I think some part of me fundamentally understood that even then.

Sometimes when I am almost asleep I hear them and feel them and god help me even taste them.

Fuck a bunch of bugs... that's all I'm saying.

Monday, July 19, 2010

Poof... Be Gone

This wouldn't leave me alone last night and I needed to sleep.  Here it is...

Its cold.  So cold I fear I may get sleepy cold.  Sleepy cold is bad.  It hurts for weeks.  I have to fight it.  I move as much as the suicidally (murder, its murder, boogyman will kill you... wants you dead) short chain and my own agony will allow.

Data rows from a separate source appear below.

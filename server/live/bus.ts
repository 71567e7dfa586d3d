import type { LiveChanges } from '#shared/contract/live.ts'

export type LiveListener = (siteSlug: string, changes: LiveChanges) => void

/** Where services say what changed, after it was committed, and the live rooms hear of it. */
export interface LiveBus {
  publish: (siteSlug: string, changes: LiveChanges) => void
  /** @returns ends the subscription */
  subscribe: (listener: LiveListener) => () => void
}

export function createLiveBus(): LiveBus {
  const listeners = new Set<LiveListener>()
  return {
    publish: (siteSlug, changes) => {
      for (const listener of listeners) listener(siteSlug, changes)
    },
    subscribe: (listener) => {
      listeners.add(listener)
      return () => listeners.delete(listener)
    },
  }
}
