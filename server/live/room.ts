import type { LiveChanges } from '#shared/contract/live.ts'
import type { Tonight } from '#shared/contract/site.ts'
import type { Clock } from '#shared/domain/clock.ts'
import { createTitle } from './title.ts'
import { createGatheredChanges } from './gathered-changes.ts'

/** A socket as a room sees it. */
export interface Member {
  send(text: string): void
  /** Bytes that were sent and have not gone out. */
  waitingBytes(): number
  /** Told when it has been too slow for too long. */
  onTooSlow(): void
  /** Told when its snapshot cannot be read just now. */
  onNoSnapshot(): void
}

export interface RoomOptions {
  site: string
  epoch: string
  clock: Clock
  snapshotOf: (siteSlug: string) => Promise<Tonight>
  /** The least time between two frames, in ms. */
  frameMs: number
  /** Beyond this a member gets no frames until it has caught up, in bytes. */
  maxWaitingBytes: number
  /** For how long it may be behind, in ms. */
  maxBehindMs: number
  onError: (error: unknown) => void
}

export interface Room {
  join(member: Member): void
  leave(member: Member): void
  /** A member that nobody sees gets nothing but what changes its title; seen again, the whole state. */
  attend(member: Member, visible: boolean): void
  /** Sends a member the whole state again. */
  refresh(member: Member): void
  add(changes: LiveChanges): void
  size(): number
  close(): void
}

/** Where a member stands. */
interface Place {
  /**
   * `waiting` for a snapshot, with the frames that came meanwhile; `behind` until it has read what it was sent;
   * `hidden` while nobody sees it.
   */
  state: 'live' | 'waiting' | 'behind' | 'hidden'
  frames: string[]
  behindMs: number
}

/** Time for the changes of one batch to come together before the first frame after a silence, in ms. */
const gatherMs = 10

/**
 * The room of a site. Frames are stringified once for all and numbered. A snapshot carries the number of the last frame
 * before its reading began; every frame after that follows it. What was committed is in one or the other or both, and
 * since whole objects replace those before, twice does no harm: no hole, and no double.
 */
export function createRoom(options: RoomOptions): Room {
  const { site, epoch, clock, snapshotOf, frameMs } = options
  const members = new Map<Member, Place>()
  const gathered = createGatheredChanges()
  const title = createTitle(site, clock)
  let seq = 0
  let timer: NodeJS.Timeout | undefined
  let resting = false
  let reading = false
  let readAgain = false

  function add(changes: LiveChanges): void {
    // Nobody listens: whoever joins reads the state itself.
    if (members.size === 0) return
    title.note(changes)
    gathered.add(changes)
    if (!resting && !gathered.isEmpty()) timer ??= setTimeout(sendFrame, gatherMs)
  }

  function sendFrame(): void {
    timer = undefined
    resting = false
    if (!gathered.isEmpty()) {
      seq++
      const frame = { type: 'delta', site, epoch, seq, sentAt: clock.now(), changes: gathered.take() }
      const text = JSON.stringify(frame)
      for (const [member, place] of members) deliver(member, place, text)
      sendTitle()
      rest()
    } else if ([...members.values()].some(({ state }) => state === 'behind')) {
      for (const [member, place] of members) if (place.state === 'behind') lookAfter(member, place)
      rest()
    }
  }

  function sendTitle(): void {
    const text = title.ifNew()
    if (text === undefined) return
    for (const [member, { state }] of members) if (state === 'hidden') member.send(text)
  }

  function rest(): void {
    resting = true
    timer = setTimeout(sendFrame, frameMs)
  }

  function deliver(member: Member, place: Place, text: string): void {
    if (place.state === 'hidden') return
    if (place.state === 'waiting') place.frames.push(text)
    else if (place.state === 'behind') lookAfter(member, place)
    else if (member.waitingBytes() > options.maxWaitingBytes) {
      place.state = 'behind'
      place.behindMs = 0
    } else member.send(text)
  }

  /** A member that is behind gets the whole state once it has read what it was sent; or is given up. */
  function lookAfter(member: Member, place: Place): void {
    place.behindMs += frameMs
    if (member.waitingBytes() === 0) refresh(member)
    else if (place.behindMs > options.maxBehindMs) member.onTooSlow()
  }

  function refresh(member: Member): void {
    const place = members.get(member)
    if (!place) return
    if (place.state === 'hidden') {
      // It asks whether anybody is there.
      member.send(title.text())
      return
    }
    askFor(member)
  }

  function attend(member: Member, visible: boolean): void {
    const place = members.get(member)
    if (!place || (place.state === 'hidden') === !visible) return
    if (visible) askFor(member)
    else members.set(member, { state: 'hidden', frames: [], behindMs: 0 })
  }

  function askFor(member: Member): void {
    if (member.waitingBytes() > options.maxWaitingBytes) {
      // It has not read what it was sent: another snapshot on top would only fill the memory.
      if (members.get(member)?.state !== 'behind')
        members.set(member, { state: 'behind', frames: [], behindMs: 0 })
      if (timer === undefined) rest()
      return
    }
    members.set(member, { state: 'waiting', frames: [], behindMs: 0 })
    // Who comes while a snapshot is being read needs one that is read later; all of them share it.
    if (reading) readAgain = true
    else void sendSnapshot()
  }

  async function sendSnapshot(): Promise<void> {
    reading = true
    const waiting = [...members].filter(([, { state }]) => state === 'waiting')
    const seqBefore = seq
    // What came while another snapshot was being read is older than this one.
    for (const [, place] of waiting) place.frames = []
    title.beginRead()
    try {
      const tonight = await snapshotOf(site)
      title.know(tonight)
      const text = JSON.stringify({ type: 'snapshot', site, epoch, seq: seqBefore, tonight })
      for (const [member, place] of waiting) if (members.get(member) === place) bringUp(member, place, text)
    } catch (error) {
      options.onError(error)
      for (const [member, place] of waiting) if (members.get(member) === place) member.onNoSnapshot()
    }
    reading = false
    if (readAgain) {
      readAgain = false
      void sendSnapshot()
    }
  }

  function bringUp(member: Member, place: Place, snapshot: string): void {
    member.send(snapshot)
    for (const frame of place.frames) member.send(frame)
    members.set(member, { state: 'live', frames: [], behindMs: 0 })
  }

  return {
    join: (member) => {
      members.set(member, { state: 'waiting', frames: [], behindMs: 0 })
      refresh(member)
    },
    leave: (member) => {
      members.delete(member)
      if (members.size === 0) gathered.take()
    },
    attend,
    refresh,
    add,
    size: () => members.size,
    close: () => {
      clearTimeout(timer)
      members.clear()
    },
  }
}
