import type { Knex } from 'knex'
import { Slug } from '#shared/contract/common.ts'
import type { SiteSource } from '#shared/contract/endpoint.ts'
import type { Site } from '#shared/contract/site.ts'
import type { Role } from '#shared/domain/permissions.ts'
import type { Person, SiteContext } from '../../http/mount.ts'
import { siteRepository } from './repository.ts'

export type SiteService = ReturnType<typeof createSiteService>

/** The largest number that a row can have. */
const largestId = 2 ** 31 - 1

export function createSiteService({ db }: { db: Knex }) {
  const sites = siteRepository(db)
  return {
    /** The sites where a person has a role, and the roles. */
    async listOf(person: Person): Promise<(Site & { roles: Role[] })[]> {
      const found = await sites.byIds([...person.rolesBySite.keys()])
      return found.map((site) => ({ ...site, roles: [...(person.rolesBySite.get(site.id) ?? [])] }))
    },

    /** The site that a path parameter's value belongs to; undefined when there is none or the value makes no sense. */
    siteOf: async (source: SiteSource, value: string): Promise<SiteContext | undefined> => {
      if (source === 'site') return Slug.safeParse(value).success ? sites.bySlug(value) : undefined
      const id = /^\d{1,10}$/.test(value) ? Number(value) : 0
      return id >= 1 && id <= largestId ? sites.ofThing(source, id) : undefined
    },

    firstName: () => sites.firstName(),
  }
}
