import { useQuery } from '@tanstack/vue-query'
import { computed, type ComputedRef } from 'vue'
import { call } from '@/api/client.ts'
import { useSite } from '@/composables/useSite.ts'
import { deviceEndpoints, type DeviceStatus } from '@/shared/contract/device.ts'

/** How often the counts are fetched, in ms; that a device came or went is told by the live socket. */
const everyMs = 10_000

/** How each device of the page's site is connected, by device id; empty for those who may not see it. */
export function useDeviceStatuses(): ComputedRef<ReadonlyMap<number, DeviceStatus>> {
  const site = useSite()
  const list = useQuery({
    queryKey: ['device-status', site.slug],
    queryFn: () => call(deviceEndpoints.statuses, { params: { site: site.slug.value } }),
    enabled: () => site.may('device.view'),
    refetchInterval: everyMs,
  })
  return computed(() => new Map(list.data.value?.items.map((status) => [status.deviceId, status]) ?? []))
}
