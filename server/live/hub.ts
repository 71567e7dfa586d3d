import { randomUUID } from 'node:crypto'
import type { Logger } from 'pino'
import { WebSocket, WebSocketServer, type RawData } from 'ws'
import { ClientMessage, closeCodes, type ServerMessage } from '#shared/contract/live.ts'
import type { Tonight } from '#shared/contract/site.ts'
import type { Clock } from '#shared/domain/clock.ts'
import type { Person } from '../http/mount.ts'
import { turnAway, type UpgradeHandler } from '../http/upgrades.ts'
import type { LiveBus } from './bus.ts'
import { createRoom, type Member, type Room } from './room.ts'

export interface LiveHubOptions {
  bus: LiveBus
  /** The person of a ticket, which is then used up. */
  verifyTicket: (ticket: string) => Promise<Person | undefined> | Person | undefined
  snapshotOf: (siteSlug: string) => Promise<Tonight>
  /** Whether a person may look into a site's room, as things stand now. */
  mayView: (person: Person, siteSlug: string) => Promise<boolean> | boolean
  /** Real time. */
  clock: Clock
  log: Logger
  limits?: Partial<LiveLimits>
}

export interface LiveLimits {
  helloMs: number
  heartbeatMs: number
  frameMs: number
  maxWaitingBytes: number
  maxBehindMs: number
  /** Messages that a client may send in a heartbeat's time. */
  maxMessages: number
  maxConnections: number
}

export interface LiveHub {
  connections: () => number
  /** Answers a request for the WebSocket. */
  upgrade: UpgradeHandler
  /** Tells everyone to come back later, and closes. */
  stop: () => Promise<void>
}

const defaultLimits: LiveLimits = {
  helloMs: 5_000,
  heartbeatMs: 25_000,
  frameMs: 100,
  maxWaitingBytes: 256 * 1024,
  maxBehindMs: 30_000,
  maxMessages: 200,
  maxConnections: 5_000,
}

/** Close codes of RFC 6455, section 7.4.1. */
const standardCodes = { goingAway: 1001, policy: 1008, tryAgain: 1013 } as const

/** What is known of one socket. */
interface Visitor {
  socket: WebSocket
  person: Person | undefined
  rooms: Map<string, Member>
  alive: boolean
  messages: number
  /** Whether anybody can see it. */
  visible: boolean
  /** Done when every message so far has been answered. */
  heard: Promise<void>
}

/** The WebSocket side of the product: tickets at the door, one room a site, one frame a tick. */
export function createLiveHub(options: LiveHubOptions): LiveHub {
  const { bus, clock, log } = options
  const limits = { ...defaultLimits, ...options.limits }
  const epoch = randomUUID()
  const rooms = new Map<string, Room>()
  const visitors = new Set<Visitor>()
  const sockets = new WebSocketServer({ noServer: true, perMessageDeflate: false, maxPayload: 4 * 1024 })

  const unsubscribe = bus.subscribe((site, changes) => rooms.get(site)?.add(changes))
  const heartbeat = setInterval(() => void beat(), limits.heartbeatMs)

  const upgrade: UpgradeHandler = (request, socket, head) => {
    if (visitors.size >= limits.maxConnections) turnAway(socket, '503 Service Unavailable')
    else sockets.handleUpgrade(request, socket, head, greet)
  }

  function greet(socket: WebSocket): void {
    const visitor: Visitor = {
      socket,
      person: undefined,
      rooms: new Map(),
      alive: true,
      messages: 0,
      visible: true,
      heard: Promise.resolve(),
    }
    visitors.add(visitor)
    const patience = setTimeout(() => {
      if (!visitor.person) socket.close(closeCodes.notSignedIn, 'Say hello with a ticket first.')
    }, limits.helloMs)
    socket.on('message', (data, isBinary) => {
      // One after the other: a hello still being looked at must not be overtaken.
      visitor.heard = visitor.heard
        .then(() => hear(visitor, data, isBinary))
        .catch((error: unknown) => {
          log.error({ err: error }, 'A live message could not be answered')
          socket.close(standardCodes.tryAgain, 'Try again.')
        })
    })
    socket.on('pong', () => {
      visitor.alive = true
    })
    socket.on('error', (error) => log.debug({ reason: error.message }, 'A live socket failed'))
    socket.on('close', () => {
      clearTimeout(patience)
      visitors.delete(visitor)
      for (const [site, member] of visitor.rooms) rooms.get(site)?.leave(member)
      visitor.rooms.clear()
    })
  }

  async function hear(visitor: Visitor, data: RawData, isBinary: boolean): Promise<void> {
    const message = isBinary || ++visitor.messages > limits.maxMessages ? undefined : readMessage(data)
    if (!message) {
      visitor.socket.close(standardCodes.policy, 'That message is not one of this protocol.')
      return
    }
    if (message.type === 'hello') await signIn(visitor, message.ticket)
    else if (!visitor.person) visitor.socket.close(closeCodes.notSignedIn, 'Say hello with a ticket first.')
    else if (message.type === 'subscribe') await join(visitor, visitor.person, message.site)
    else if (message.type === 'unsubscribe') leave(visitor, message.site)
    else if (message.type === 'attention') attend(visitor, message.visible)
    else refresh(visitor, message.site)
  }

  async function signIn(visitor: Visitor, ticket: string): Promise<void> {
    const person = visitor.person ? undefined : await options.verifyTicket(ticket)
    if (!person) {
      visitor.socket.close(closeCodes.notSignedIn, 'That ticket is not good, or not any more.')
      return
    }
    visitor.person = person
    tell(visitor, { type: 'welcome', epoch })
  }

  async function join(visitor: Visitor, person: Person, site: string): Promise<void> {
    if (visitor.rooms.has(site)) {
      refresh(visitor, site)
      return
    }
    if (!(await options.mayView(person, site))) {
      tell(visitor, { type: 'refused', site, reason: 'You may not see that site, or it is not there.' })
      return
    }
    if (visitor.socket.readyState !== WebSocket.OPEN || visitor.rooms.has(site)) return
    const member = memberOf(visitor.socket)
    visitor.rooms.set(site, member)
    roomOf(site).join(member)
    if (!visitor.visible) roomOf(site).attend(member, false)
  }

  function attend(visitor: Visitor, visible: boolean): void {
    visitor.visible = visible
    for (const [site, member] of visitor.rooms) rooms.get(site)?.attend(member, visible)
  }

  function leave(visitor: Visitor, site: string): void {
    const member = visitor.rooms.get(site)
    if (!member) return
    visitor.rooms.delete(site)
    rooms.get(site)?.leave(member)
  }

  function refresh(visitor: Visitor, site: string): void {
    const member = visitor.rooms.get(site)
    if (member) rooms.get(site)?.refresh(member)
    else tell(visitor, { type: 'refused', site, reason: 'Subscribe to the site first.' })
  }

  function roomOf(site: string): Room {
    const known = rooms.get(site)
    if (known) return known
    const room = createRoom({
      site,
      epoch,
      clock,
      snapshotOf: options.snapshotOf,
      frameMs: limits.frameMs,
      maxWaitingBytes: limits.maxWaitingBytes,
      maxBehindMs: limits.maxBehindMs,
      onError: (error) => log.warn({ err: error, site }, 'A snapshot could not be read'),
    })
    rooms.set(site, room)
    return room
  }

  /** Pings everyone, gives up those that have not answered, and asks again who may see what. */
  async function beat(): Promise<void> {
    for (const visitor of visitors) {
      visitor.messages = 0
      if (!visitor.alive) {
        visitor.socket.terminate()
        continue
      }
      visitor.alive = false
      visitor.socket.ping()
    }
    for (const visitor of [...visitors]) await checkRooms(visitor)
  }

  /** Roles change while sockets stay open for weeks. */
  async function checkRooms(visitor: Visitor): Promise<void> {
    for (const site of [...visitor.rooms.keys()]) {
      try {
        if (!visitor.person || (await options.mayView(visitor.person, site))) continue
      } catch {
        // Not known just now: things stay as they are until the next beat.
        continue
      }
      leave(visitor, site)
      tell(visitor, { type: 'refused', site, reason: 'You may not see that site any more.' })
    }
  }

  return {
    connections: () => visitors.size,
    upgrade,
    stop: async () => {
      clearInterval(heartbeat)
      unsubscribe()
      const closed = [...visitors].map(({ socket }) => closeWell(socket))
      await Promise.all(closed)
      for (const room of rooms.values()) room.close()
      sockets.close()
    },
  }
}

function memberOf(socket: WebSocket): Member {
  return {
    send: (text) => {
      if (socket.readyState === WebSocket.OPEN) socket.send(text)
    },
    waitingBytes: () => socket.bufferedAmount,
    onTooSlow: () => {
      socket.close(closeCodes.tooSlow, 'This connection is too slow.')
      // Whoever does not read does not read the closing either.
      setTimeout(() => socket.terminate(), 2_000).unref()
    },
    onNoSnapshot: () => socket.close(standardCodes.tryAgain, 'The state cannot be read just now. Try again.'),
  }
}

function tell({ socket }: Visitor, message: ServerMessage): void {
  if (socket.readyState === WebSocket.OPEN) socket.send(JSON.stringify(message))
}

function readMessage(data: RawData): ClientMessage | undefined {
  try {
    const bytes = Array.isArray(data) ? Buffer.concat(data) : Buffer.from(new Uint8Array(data))
    return ClientMessage.safeParse(JSON.parse(bytes.toString())).data
  } catch {
    return undefined
  }
}

/** Says that the server goes, and does not wait long for the answer. */
function closeWell(socket: WebSocket): Promise<void> {
  return new Promise((resolve) => {
    const deadline = setTimeout(() => socket.terminate(), 1_000)
    socket.once('close', () => {
      clearTimeout(deadline)
      resolve()
    })
    if (socket.readyState === WebSocket.CLOSED) resolve()
    else socket.close(standardCodes.goingAway, 'The server is stopping.')
  })
}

I notice the weak mewling noise and recoil, hunting for the kitty.  I have to escape the kitty... its gouged out eyes will accuse me.  Blame me.  Show me my monster.  But, there is no kitty.  The sound is coming from me.  The kitty is me.  Its in me.  The monster is me.  Its in me.  This realization terrifies me and I start to really shriek and fight.  The chain digs into my throat and abrades the skin there.  I know I have to stop.  The blood starts to flow from my neck and I hear the floor above me creak.  I know I have to stop, must stop, STOP... but my absolute horror is driving me.  I cannot calm myself.
And then, the boogyman is there.  And some part of me is glad.  The intensity of my physical agony takes some of the vitality of the absolute panic of my realization.

Friday, July 16, 2010

Welcome

K.. So Screaming Secrets really served its purpose.  The parts of me that lived Raven’s life have shrieked their horror, their terror, and dealt with their helplessness and I have made some level of peace with that period of my life.  I am standing on the other side of it, finally, and I’ve grown so much.  I will not hide anymore.  Not out of fear or shame or any other damn thing.  Fuck em and fuck you too if you think anything other than right the fuck on.  No, I haven’t put it behind me, on some level I think that’s a fantasy that will never come to pass and I’m okay with that.  Those that don’t learn from their past are destined to repeat it.  Fuck that.  I’ll not be ANYONE’s victim anymore. 

But, there is a place I could never really go there.  Granddaddy.  Cunt.  Training the bitch.

I am braver and stronger now.  I know I can handle it.  I know I can get past it.  I have faith in me.  But, I am gonna have to face it and deal with it… just like I did with being Raven.

So Raven has screamed.  Now let’s turn to the bitch.  I doubt she will be able to articulate anywhere near as well… humanity really helps with communication… and it didn’t take long to loose it.

Here we go… down the rabbit hole… I’ll keep my touchstones close, keep your mouse in hand… when it gets too much click that little x.  I don’t expect anyone to follow me down here… but I’m going.  I’m going and I’m gonna bring that little girl out into the light and teach her not to fear it.  But, first, I’ll have to convince her she’s human.